Ekonomi · 11 Nov 2024 18:51 WITA ·

Pjs Walikota Tomohon Fereydy Kaligis Hadiri Sekaligus Buka kegiatan Kegiatan Sosialisasi Stop Boros Pangan


Pjs Walikota Tomohon Fereydy Kaligis Hadiri Sekaligus Buka kegiatan Kegiatan Sosialisasi Stop Boros Pangan Perbesar

Tomohon,Sulutnews.com – Penjabat Sementara Walikota Tomohon Ir Fereydy Kaligis MAP menghadiri sekaligus membuka kegiatan Kegiatan Sosialisasi Stop Boros Pangan yang dilaksanakan di Grand Master Resort Tomohon. Senin,(11/11/2024).

Sambutan Pjs Walikota Tomohon menyampaikan bahwa ketahanan pangan dan gizi selalu menjadi isu strategis  Nasional, karena pemenuhan  pangan merupakan hak setiap warga Negara yang harus dijamin kuantitas dan kualitasnya,aman dan bergizi untuk mewujudkan sumberdaya manusia yang sehat, cerdas, aktif dan produktif melihat situasi dan isu yang berkembang saat ini, salah satunya Elnino, yang menjadi hal yang sangat berpengaruh bagi ketahanan pangan yang ada di daerah kita. Mengantisipasi dampak el nino terhadap ketahanan pangan nasional, Pemerintah melakukan beberapa langkah strategis untuk mengamankan ketersediaan pangan. Pemerintah melalui Badan Pangan Nasional terus berkolaborasi dengan semua stakeholder guna  memastikan ketersediaan dan kualitas pangan serta menjaga keterjangkauan  harga dimasyarakat.

“Hal ini menjadi masalah karena setiap seringkali produksi melimpah tetapi permintaan sedikit. Apalagi pangan mudah rusak/busuk. Sehingga ini perlu ada penanganan yang baik. Di kota Tomohon memiliki cool storage jadi ada beberapa pangan yang bisa kita amankan” ucapnya.

Disampaikan bahwa salah satu kendala yang ada pada petani/kelompok tani ialah tidak melihat masa tanam yang baik sehingga disaat kita membutuhkan pangan pada hari raya ketersediaan pangan sangat kurang Sehingga kita mengambil pangan dari luar daerah.

Walikota berharap kepada para Lurah untuk memberikan motivasi kepada masyarakat, petani  tentang pola tanam.

Dalam rangka mewujudkan Astacita(8 misi) Presiden RI, salah satunya yaitu meningkatkan kualitas hidup sumber daya manusia agar supaya terhindar dari Kemiskinan, Kebodohan, dan juga menjadi Sumber daya Manusia yang unggul.

Dan diharapkan juga para lurah untuk memantau masyarakat-masyarakat miskin Apalagi yang miskin ekstrim itu harus kita perhatikan dan juga salah satunya bagaimana kita mencegah stunting di kota Tomohon.

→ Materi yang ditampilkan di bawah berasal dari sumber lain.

export * from './types.js';
export * from './format-station-table.js';
export * from './station-table-csv.js';
export * from './result-json.js';
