/**
 * Reading a library result the way a fitter would read the printout: one
 * template by id, one station column, the cut contour's points. Every reader
 * fails loudly (naming what is missing) rather than returning NaN.
 */
import type { LayoutResult, Point2, Template } from '@girth/unroll';

/**
 * The template with contract id `id`.
 * @throws Error naming the ids present when it is missing.
 * @example templateById(result, 'branch-cut').stretchOutMm
 */
export function templateById(result: Pick<LayoutResult, 'templates'>, id: string): Template {
  const t = result.templates.find((x) => x.id === id);
  if (!t) throw new Error(`no template '${id}' (have: ${result.templates.map((x) => x.id).join(', ')})`);
  return t;
}

/**
 * Column `key` of a template's station table, in mm, one value per station.
 * @throws Error when a station lacks the key or holds a value that is not a finite number.
 * @example stationColumn(templateById(result, 'branch-cut'), 'cutback')
 */
export function stationColumn(template: Template, key: string): readonly number[] {
  return template.stations.map((row) => {
    const v = row.values[key];
    if (typeof v !== 'number' || !Number.isFinite(v)) throw new Error(`${template.id} station ${row.n}: '${key}' is ${String(v)}`);
    return v;
  });
}

/**
 * Every point of the template's polyline cut parts, in order.
 * @throws Error when the template has no polyline cut part.
 * @example cutPolylinePoints(templateById(result, 'header-hole')).length
 */
export function cutPolylinePoints(template: Template): readonly Point2[] {
  const parts = template.cut.filter((p): p is Extract<typeof p, { kind: 'polyline' }> => p.kind === 'polyline');
  if (parts.length === 0) throw new Error(`${template.id}: no polyline in its cut`);
  return parts.flatMap((p) => p.points);
}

Jangan sampai karena kebutuhan pangan tidak terpenuhi menimbulkan potensi stunting.

Selanjutnya, secara global food loss and waste (FLW) merupakan salah satu tantangan terbesar  dalam sistem pangan saat ini. Menurut FAO, sepertiga dari pangan yang diproduksi atau sekitar 1,3 miliar ton pangan terbuang setiap tahunnya. Sesuai food waste index report 2021, sekitar 13 persen dari total produksi pangan global mengalami penyusutan (food loss) dan 17 persen pangan terbuang percuma karena perilaku boros pangan (food waste). Masih besarnya angka pemborosan pangan di Indonesia memberikan pengaruh terhadap ketersediaan pangan. Badan Pangan Nasional terus berupaya melakukan sosialisasi kepada masyarakat tentang pentingnya upaya mengurangi pemborosan pangan melalui gerakan selamatkan pangan.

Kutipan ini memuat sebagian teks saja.